When I went to music school I thought talent in music was something you had or didn’t have. I was curious about learning and I was shocked to learn there are things you can practice and get better at. Like, I always had trouble hearing a melody and being able to sing it back. I realized in these classes that you practice and you get better at it. Mental health is a thing you can get better at if you practice. It’s a magic way out of something you might think is a trap forever.
You are a Berklee drop out, true or false?
Yeah, I went to Berklee for four semesters and then I was concerned about wasting my father’s money. So I dropped out. I had also started a band and I wanted to see what being a working band and playing shows was like. And it worked out.
After starting your career in bands, notably in ‘Til Tuesday, is it nice to be back in a band format with Ted in The Both?
I loved being back in a band, but it’s definitely not in the past tense because we will do another record.

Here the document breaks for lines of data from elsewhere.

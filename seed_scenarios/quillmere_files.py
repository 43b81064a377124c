"""The files the statistical office of Quillmere hands in: CSV in long form, one row a count."""

from itertools import pairwise

import numpy as np
from numpy.typing import NDArray

from seed_scenarios.quillmere_counts import (
    HEAT,
    JOINED,
    REBASED,
    REGIONS,
    SEXES,
    SHORE,
    STARTS,
    TOWN,
    WHOLE,
    YEARS,
    Counts,
    Region,
)

WORDS = {"f": "women", "m": "men"}
PROVISIONAL = YEARS[-1]


def deaths_csv(counted: dict[str, Counts], years: tuple[int, ...], areas: tuple[str, ...]) -> bytes:
    """Deaths by year, area, sex and age, with the year's status."""
    lines = ["year,status,area,area_name,sex,age,deaths"]
    for region, year, sex, at in _cells(years, areas):
        status = "provisional" if year == PROVISIONAL else "final"
        deaths = closed(region, counted[region.code].deaths[at])
        lines += [
            f"{year},{status},{region.code},{region.name},{WORDS[sex]},{age},{count}"
            for age, count in zip(ages(region), deaths, strict=True)
        ]
    return text(lines)


def population_csv(
    counted: dict[str, Counts],
    years: tuple[int, ...],
    areas: tuple[str, ...],
    *,
    districts: bool = True,
) -> bytes:
    """Residents on 1 July by year, area, sex and age."""
    lines = ["year,area,area_name,sex,age,population"]
    for region, year, sex, at in _cells(years, areas, districts=districts):
        people = closed(region, counted[region.code].population[at])
        lines += [
            f"{year},{region.code},{region.name},{WORDS[sex]},{age},{count}"
            for age, count in zip(ages(region), people, strict=True)
        ]
    return text(lines)


def births_csv(
    counted: dict[str, Counts],
    years: tuple[int, ...],
    areas: tuple[str, ...],
    *,
    districts: bool = True,
) -> bytes:
    """Live births, stillbirths and deaths before 28 days by year, area and sex of the child."""
    lines = ["year,area,area_name,sex,births,stillbirths,neonatal_deaths"]
    for region, year, sex, at in _cells(years, areas, districts=districts):
        counts = counted[region.code]
        numbers = (counts.births[at], counts.stillbirths[at], counts.neonatal_deaths[at])
        where = (year, region.code, region.name, WORDS[sex])
        lines.append(",".join(map(str, (*where, *numbers))))
    return text(lines)


def areas_csv() -> bytes:
    """What became of the codes of Tollbay's two districts."""
    before = JOINED - 1
    return text(
        [
            "code,becomes,from,to,name",
            f"{TOWN.code},tollbay,,{before},Tollbay",
            f"{SHORE.code},tollbay,,{before},",
        ]
    )


def breaks_csv() -> bytes:
    """The new population base, and the year of the hot summer."""
    return text(
        [
            "area,year,kind,note",
            f",{REBASED},population,after the census of 2021",
            f",{HEAT},shock,hot summer",
        ]
    )


def _cells(
    years: tuple[int, ...], areas: tuple[str, ...], *, districts: bool = True
) -> list[tuple[Region, int, str, tuple[int, int]]]:
    """Every area, year and sex asked for, with its place in the arrays; Tollbay by its districts
    where there were two, unless they are added up already."""
    return [
        (part, year, sex, (YEARS.index(year), row))
        for region in (*REGIONS, WHOLE)
        if region.code in areas
        for year in years
        for part in ((TOWN, SHORE) if districts and _parted(region, year) else (region,))
        for row, sex in enumerate(SEXES)
    ]


def _parted(region: Region, year: int) -> bool:
    return region.code == "tollbay" and year < JOINED


def ages(region: Region) -> list[str]:
    starts = STARTS[: STARTS.index(region.open_age) + 1]
    closed = [
        str(start) if end - start == 1 else f"{start}-{end - 1}" for start, end in pairwise(starts)
    ]
    return [*closed, f"{region.open_age}+"]


def closed(region: Region, counts: NDArray[np.int64]) -> NDArray[np.int64]:
    """Counts [age, ...] with everyone from the region's open age in one group."""
    last = STARTS.index(region.open_age)
    return np.concatenate([counts[:last], counts[last:].sum(axis=0, keepdims=True)])


def text(lines: list[str]) -> bytes:
    return ("\r\n".join(lines) + "\r\n").encode()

It’s nice to have someone along for the ride—sometimes literally: We’d drive and listen to music. Sometimes it’s lonely by yourself.
When you started your career the music business was all about: a) getting a major label deal, b) selling millions of records. Has anything changed?
I don’t know who I would be speaking for, but the impression I get is that more people pursue music now to be famous. But they don’t really understand how impossible that is, and what an empty goal it is.
It’s about being the huge mega-selling divas who can do whatever they want: the goal is to be rich, famous, and powerful, and tell everybody to fuck off. I don’t think people understand how hard it is to even make a living. I don’t think people have a realistic idea about it.
Thirty years on, what keeps you keeping on?
I just love writing songs. There have been points where I’ve had writer’s block and those feelings of I’ll never write anything good ever again. But at the end of the day it’s really fun to write; I love it and it’s my favorite thing. I can’t imagine ever getting tired of it.
Aimee Mann plays Town Hall on April 22, and the Music Hall of Williamsburg on June 26.